▶ _Work order_
Which lines run from the line with "ref_r, _, ref_n, ref_removed, _" through the line with "max_outliers=4).mask.sum() == 2" in the entries below? Print them exactly, both ends included, and nothing more.

*** Extracted entries ***

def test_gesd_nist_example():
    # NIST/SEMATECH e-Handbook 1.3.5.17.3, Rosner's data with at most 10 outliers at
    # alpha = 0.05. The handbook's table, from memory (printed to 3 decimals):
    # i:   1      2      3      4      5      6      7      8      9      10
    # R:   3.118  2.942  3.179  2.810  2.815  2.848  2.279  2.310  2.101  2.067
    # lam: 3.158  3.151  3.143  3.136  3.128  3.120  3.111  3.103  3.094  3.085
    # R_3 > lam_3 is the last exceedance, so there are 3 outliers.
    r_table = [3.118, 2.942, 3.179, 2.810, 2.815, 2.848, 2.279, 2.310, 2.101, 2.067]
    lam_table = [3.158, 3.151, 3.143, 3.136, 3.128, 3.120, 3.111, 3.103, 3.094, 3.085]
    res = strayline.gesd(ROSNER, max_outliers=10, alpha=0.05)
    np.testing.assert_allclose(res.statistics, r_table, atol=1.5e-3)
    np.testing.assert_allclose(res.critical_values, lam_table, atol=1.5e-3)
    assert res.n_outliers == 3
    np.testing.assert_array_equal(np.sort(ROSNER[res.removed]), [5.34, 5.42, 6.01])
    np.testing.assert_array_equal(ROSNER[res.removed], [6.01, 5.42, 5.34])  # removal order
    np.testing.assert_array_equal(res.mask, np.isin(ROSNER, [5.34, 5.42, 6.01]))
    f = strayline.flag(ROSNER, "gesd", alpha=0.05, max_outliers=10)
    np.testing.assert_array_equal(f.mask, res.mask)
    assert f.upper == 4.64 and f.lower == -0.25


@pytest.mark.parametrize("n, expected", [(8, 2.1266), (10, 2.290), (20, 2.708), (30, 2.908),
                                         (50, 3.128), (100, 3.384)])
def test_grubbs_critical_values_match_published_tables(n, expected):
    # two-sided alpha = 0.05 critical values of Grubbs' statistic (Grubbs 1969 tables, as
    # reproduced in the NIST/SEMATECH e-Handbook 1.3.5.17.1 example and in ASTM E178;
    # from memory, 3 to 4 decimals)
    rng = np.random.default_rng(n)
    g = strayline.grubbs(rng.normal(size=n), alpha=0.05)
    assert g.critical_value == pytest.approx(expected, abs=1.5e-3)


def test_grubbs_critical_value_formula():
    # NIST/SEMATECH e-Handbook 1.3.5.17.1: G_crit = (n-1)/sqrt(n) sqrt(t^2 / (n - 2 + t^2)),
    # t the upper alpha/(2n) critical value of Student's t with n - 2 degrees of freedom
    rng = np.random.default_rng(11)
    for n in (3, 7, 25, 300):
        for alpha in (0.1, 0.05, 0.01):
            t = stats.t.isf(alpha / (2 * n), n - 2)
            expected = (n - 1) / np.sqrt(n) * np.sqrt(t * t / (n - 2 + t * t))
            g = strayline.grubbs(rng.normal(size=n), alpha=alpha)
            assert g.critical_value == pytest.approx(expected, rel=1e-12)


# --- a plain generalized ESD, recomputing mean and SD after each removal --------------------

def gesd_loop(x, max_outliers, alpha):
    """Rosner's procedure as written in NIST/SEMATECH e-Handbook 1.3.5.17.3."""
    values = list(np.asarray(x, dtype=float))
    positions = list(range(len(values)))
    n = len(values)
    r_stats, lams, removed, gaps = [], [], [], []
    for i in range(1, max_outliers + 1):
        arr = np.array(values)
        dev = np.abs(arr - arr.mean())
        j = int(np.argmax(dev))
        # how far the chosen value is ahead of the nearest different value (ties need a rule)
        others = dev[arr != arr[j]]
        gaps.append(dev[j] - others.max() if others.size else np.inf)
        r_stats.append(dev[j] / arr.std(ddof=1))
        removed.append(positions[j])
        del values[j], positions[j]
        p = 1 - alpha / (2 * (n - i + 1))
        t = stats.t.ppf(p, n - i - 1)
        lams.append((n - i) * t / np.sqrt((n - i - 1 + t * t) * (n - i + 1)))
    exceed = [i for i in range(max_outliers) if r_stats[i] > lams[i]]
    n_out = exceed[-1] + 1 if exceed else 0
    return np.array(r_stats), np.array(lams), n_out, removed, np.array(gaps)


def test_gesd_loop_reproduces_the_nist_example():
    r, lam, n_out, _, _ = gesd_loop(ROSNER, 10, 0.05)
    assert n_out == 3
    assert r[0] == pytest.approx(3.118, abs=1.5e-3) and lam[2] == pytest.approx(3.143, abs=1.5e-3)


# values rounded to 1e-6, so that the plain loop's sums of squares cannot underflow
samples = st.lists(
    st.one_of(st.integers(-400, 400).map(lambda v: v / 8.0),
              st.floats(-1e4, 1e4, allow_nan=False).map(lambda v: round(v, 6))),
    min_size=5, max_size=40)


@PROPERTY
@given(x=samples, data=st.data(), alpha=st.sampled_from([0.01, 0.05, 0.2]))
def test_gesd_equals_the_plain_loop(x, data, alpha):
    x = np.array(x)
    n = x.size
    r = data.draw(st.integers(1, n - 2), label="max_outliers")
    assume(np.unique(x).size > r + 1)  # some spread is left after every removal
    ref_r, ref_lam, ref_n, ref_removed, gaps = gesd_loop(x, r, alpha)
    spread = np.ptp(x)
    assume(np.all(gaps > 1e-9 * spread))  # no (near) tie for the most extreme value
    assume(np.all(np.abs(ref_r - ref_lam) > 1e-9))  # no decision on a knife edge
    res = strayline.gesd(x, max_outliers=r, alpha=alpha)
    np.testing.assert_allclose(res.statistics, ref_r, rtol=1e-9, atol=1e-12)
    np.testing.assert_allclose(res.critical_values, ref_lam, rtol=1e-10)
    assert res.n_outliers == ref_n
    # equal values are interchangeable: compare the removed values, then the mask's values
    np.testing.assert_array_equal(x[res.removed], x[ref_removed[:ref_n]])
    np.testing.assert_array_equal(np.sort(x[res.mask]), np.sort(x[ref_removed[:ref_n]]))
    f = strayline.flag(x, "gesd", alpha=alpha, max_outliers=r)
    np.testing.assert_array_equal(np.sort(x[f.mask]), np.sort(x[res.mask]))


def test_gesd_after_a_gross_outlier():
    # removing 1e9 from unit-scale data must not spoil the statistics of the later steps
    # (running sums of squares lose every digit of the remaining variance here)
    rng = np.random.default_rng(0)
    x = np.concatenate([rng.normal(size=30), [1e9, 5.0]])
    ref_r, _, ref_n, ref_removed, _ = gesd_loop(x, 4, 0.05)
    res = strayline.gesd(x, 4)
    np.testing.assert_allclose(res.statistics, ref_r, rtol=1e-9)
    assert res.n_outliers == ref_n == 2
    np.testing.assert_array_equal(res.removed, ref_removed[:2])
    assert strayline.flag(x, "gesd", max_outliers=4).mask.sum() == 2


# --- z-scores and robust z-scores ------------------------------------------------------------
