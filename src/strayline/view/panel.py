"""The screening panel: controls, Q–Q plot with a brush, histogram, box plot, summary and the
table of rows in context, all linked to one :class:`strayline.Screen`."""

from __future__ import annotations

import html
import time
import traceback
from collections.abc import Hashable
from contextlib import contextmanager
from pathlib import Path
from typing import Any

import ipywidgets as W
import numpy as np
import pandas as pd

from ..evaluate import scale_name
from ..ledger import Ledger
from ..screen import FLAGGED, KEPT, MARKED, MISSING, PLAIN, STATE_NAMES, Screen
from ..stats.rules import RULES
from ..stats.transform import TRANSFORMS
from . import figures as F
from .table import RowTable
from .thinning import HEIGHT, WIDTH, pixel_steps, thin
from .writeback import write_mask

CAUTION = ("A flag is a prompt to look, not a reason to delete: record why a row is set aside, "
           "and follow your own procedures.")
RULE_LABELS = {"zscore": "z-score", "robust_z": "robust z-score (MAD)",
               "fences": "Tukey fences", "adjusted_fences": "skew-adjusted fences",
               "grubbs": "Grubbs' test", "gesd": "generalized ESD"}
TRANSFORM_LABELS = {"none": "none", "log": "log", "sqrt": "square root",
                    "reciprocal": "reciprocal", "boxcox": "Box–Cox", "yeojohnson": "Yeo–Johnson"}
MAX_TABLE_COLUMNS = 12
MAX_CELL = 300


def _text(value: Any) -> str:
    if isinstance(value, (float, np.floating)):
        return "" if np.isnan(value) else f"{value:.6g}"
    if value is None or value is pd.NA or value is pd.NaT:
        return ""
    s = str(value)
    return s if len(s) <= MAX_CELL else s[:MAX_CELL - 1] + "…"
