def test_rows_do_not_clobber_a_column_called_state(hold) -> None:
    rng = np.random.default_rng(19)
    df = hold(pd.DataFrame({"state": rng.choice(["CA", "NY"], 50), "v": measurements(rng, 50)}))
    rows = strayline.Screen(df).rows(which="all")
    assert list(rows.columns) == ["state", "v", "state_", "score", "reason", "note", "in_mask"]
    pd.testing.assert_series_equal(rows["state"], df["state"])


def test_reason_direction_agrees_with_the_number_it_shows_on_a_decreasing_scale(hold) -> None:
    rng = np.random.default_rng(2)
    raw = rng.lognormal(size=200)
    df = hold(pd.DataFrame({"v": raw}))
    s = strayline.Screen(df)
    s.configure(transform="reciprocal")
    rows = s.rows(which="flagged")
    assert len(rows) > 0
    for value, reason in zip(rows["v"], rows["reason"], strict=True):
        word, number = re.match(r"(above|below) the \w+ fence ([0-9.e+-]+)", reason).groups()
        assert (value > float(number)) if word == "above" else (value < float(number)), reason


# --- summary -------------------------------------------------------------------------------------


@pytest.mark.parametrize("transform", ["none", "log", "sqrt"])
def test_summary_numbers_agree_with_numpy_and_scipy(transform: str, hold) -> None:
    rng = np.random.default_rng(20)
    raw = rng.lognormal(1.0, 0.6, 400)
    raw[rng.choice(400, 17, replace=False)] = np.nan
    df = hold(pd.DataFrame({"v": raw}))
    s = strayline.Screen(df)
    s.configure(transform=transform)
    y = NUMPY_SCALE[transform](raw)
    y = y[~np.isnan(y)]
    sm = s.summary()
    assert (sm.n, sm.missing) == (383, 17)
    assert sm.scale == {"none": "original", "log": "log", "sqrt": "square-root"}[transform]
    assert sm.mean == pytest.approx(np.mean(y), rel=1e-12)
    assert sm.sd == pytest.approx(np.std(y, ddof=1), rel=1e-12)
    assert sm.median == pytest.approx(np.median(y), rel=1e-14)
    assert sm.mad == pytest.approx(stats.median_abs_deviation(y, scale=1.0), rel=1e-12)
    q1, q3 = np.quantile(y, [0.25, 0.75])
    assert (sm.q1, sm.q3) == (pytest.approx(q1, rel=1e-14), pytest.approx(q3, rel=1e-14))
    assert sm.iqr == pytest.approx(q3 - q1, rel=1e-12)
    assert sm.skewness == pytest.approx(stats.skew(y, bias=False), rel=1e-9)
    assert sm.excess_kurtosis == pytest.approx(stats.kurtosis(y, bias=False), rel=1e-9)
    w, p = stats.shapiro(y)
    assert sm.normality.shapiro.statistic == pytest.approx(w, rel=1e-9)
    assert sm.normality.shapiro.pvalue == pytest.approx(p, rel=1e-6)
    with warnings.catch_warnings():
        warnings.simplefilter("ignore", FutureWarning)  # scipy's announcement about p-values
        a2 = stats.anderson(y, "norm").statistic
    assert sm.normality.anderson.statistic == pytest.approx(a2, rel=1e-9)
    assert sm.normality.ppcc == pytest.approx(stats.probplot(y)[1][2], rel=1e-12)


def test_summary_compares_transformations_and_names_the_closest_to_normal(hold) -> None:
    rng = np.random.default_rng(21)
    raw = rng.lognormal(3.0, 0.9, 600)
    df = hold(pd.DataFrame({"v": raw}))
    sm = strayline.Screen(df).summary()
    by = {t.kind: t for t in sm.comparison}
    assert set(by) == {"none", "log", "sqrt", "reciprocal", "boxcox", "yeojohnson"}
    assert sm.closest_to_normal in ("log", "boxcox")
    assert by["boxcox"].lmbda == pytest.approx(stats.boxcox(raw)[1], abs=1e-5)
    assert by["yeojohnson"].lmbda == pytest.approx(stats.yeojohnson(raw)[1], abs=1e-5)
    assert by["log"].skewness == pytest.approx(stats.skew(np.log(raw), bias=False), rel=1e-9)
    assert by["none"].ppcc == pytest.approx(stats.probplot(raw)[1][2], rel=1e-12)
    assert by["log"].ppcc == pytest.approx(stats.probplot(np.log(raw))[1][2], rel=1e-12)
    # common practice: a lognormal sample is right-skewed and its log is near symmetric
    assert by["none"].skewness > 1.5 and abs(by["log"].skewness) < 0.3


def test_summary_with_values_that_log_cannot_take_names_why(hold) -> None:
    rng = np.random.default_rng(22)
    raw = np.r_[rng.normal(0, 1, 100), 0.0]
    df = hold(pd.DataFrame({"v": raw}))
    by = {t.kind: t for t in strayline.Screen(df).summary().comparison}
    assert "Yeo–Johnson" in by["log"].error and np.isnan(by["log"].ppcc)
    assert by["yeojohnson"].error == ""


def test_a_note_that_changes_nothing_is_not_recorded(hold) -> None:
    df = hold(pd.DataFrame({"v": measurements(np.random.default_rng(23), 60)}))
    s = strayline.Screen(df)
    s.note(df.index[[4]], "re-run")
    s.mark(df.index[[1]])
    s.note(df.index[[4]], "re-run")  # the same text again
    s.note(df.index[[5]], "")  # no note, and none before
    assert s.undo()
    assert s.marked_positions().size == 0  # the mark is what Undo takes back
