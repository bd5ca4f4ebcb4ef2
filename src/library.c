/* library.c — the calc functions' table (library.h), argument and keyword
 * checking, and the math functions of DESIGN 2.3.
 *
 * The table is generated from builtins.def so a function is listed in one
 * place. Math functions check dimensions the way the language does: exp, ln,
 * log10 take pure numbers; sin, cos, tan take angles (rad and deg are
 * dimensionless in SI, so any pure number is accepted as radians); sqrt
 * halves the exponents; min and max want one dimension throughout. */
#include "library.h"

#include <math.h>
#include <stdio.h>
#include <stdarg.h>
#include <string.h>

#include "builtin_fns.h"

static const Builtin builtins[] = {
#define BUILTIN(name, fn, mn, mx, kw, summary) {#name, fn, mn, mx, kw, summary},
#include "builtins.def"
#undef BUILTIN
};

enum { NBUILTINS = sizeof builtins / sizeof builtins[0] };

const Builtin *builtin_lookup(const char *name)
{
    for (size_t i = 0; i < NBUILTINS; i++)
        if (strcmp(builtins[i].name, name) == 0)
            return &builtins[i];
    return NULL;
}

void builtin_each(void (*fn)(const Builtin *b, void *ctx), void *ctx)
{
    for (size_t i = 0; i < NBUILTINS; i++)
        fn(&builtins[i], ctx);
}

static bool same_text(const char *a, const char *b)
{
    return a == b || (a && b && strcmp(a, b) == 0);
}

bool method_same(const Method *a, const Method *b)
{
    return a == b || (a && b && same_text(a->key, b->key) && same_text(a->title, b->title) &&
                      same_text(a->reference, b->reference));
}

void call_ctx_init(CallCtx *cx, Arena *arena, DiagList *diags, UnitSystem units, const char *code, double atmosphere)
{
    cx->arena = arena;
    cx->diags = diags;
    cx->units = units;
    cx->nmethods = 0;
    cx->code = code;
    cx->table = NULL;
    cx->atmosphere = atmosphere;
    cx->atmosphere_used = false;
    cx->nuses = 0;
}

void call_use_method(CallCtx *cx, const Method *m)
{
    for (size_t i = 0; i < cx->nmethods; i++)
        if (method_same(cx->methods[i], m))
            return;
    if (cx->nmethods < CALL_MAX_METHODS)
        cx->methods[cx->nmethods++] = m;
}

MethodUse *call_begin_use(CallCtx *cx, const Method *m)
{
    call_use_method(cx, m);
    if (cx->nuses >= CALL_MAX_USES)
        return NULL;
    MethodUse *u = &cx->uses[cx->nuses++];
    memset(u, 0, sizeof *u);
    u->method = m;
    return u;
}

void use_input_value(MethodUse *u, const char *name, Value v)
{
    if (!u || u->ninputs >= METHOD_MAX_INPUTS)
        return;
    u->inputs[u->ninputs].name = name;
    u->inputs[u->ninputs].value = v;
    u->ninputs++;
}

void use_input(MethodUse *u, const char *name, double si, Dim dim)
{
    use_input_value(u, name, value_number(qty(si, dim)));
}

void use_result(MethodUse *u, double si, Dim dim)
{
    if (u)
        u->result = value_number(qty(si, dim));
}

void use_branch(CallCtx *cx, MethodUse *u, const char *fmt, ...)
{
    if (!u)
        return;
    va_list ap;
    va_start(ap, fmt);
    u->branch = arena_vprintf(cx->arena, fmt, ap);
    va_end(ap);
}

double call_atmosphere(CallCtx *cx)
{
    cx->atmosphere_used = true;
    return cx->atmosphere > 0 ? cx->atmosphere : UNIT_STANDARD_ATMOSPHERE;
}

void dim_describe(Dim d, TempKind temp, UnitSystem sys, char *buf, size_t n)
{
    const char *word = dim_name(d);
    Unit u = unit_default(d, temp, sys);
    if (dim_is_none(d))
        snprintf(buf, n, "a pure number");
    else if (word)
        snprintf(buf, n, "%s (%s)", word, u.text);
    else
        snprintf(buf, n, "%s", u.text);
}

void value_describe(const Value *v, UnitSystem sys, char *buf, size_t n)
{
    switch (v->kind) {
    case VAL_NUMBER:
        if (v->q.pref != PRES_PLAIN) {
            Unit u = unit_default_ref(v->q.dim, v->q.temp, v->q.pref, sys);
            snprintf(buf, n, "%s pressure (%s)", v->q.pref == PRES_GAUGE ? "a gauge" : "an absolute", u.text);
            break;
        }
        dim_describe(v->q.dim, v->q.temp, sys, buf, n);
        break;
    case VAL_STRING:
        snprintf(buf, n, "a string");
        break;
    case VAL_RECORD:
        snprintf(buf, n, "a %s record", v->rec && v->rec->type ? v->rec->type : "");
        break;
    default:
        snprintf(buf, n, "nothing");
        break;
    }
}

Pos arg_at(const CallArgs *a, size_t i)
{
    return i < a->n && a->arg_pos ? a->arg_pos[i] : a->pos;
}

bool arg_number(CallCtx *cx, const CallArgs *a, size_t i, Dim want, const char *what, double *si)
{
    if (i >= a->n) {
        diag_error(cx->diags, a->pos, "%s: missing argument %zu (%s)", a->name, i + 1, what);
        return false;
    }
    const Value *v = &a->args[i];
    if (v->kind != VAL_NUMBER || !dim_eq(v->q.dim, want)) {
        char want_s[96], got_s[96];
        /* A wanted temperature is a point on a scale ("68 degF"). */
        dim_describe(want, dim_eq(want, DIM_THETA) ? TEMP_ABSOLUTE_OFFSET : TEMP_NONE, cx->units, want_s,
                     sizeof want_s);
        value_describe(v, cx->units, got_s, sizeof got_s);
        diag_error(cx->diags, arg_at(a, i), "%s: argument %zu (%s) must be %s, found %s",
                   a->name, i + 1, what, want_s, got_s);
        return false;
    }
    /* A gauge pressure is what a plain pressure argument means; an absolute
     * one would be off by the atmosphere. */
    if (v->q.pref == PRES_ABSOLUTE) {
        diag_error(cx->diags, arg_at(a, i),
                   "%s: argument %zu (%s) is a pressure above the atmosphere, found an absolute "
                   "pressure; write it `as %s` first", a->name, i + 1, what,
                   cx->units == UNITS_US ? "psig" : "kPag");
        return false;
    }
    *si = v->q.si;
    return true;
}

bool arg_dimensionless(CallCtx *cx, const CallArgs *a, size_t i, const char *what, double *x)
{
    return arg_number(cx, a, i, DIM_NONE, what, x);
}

*** End of Extracted entries ***

▶ _Response box_
    ref_r, _, ref_n, ref_removed, _ = gesd_loop(x, 4, 0.05)
    res = strayline.gesd(x, 4)
    np.testing.assert_allclose(res.statistics, ref_r, rtol=1e-9)
    assert res.n_outliers == ref_n == 2
    np.testing.assert_array_equal(res.removed, ref_removed[:2])
    assert strayline.flag(x, "gesd", max_outliers=4).mask.sum() == 2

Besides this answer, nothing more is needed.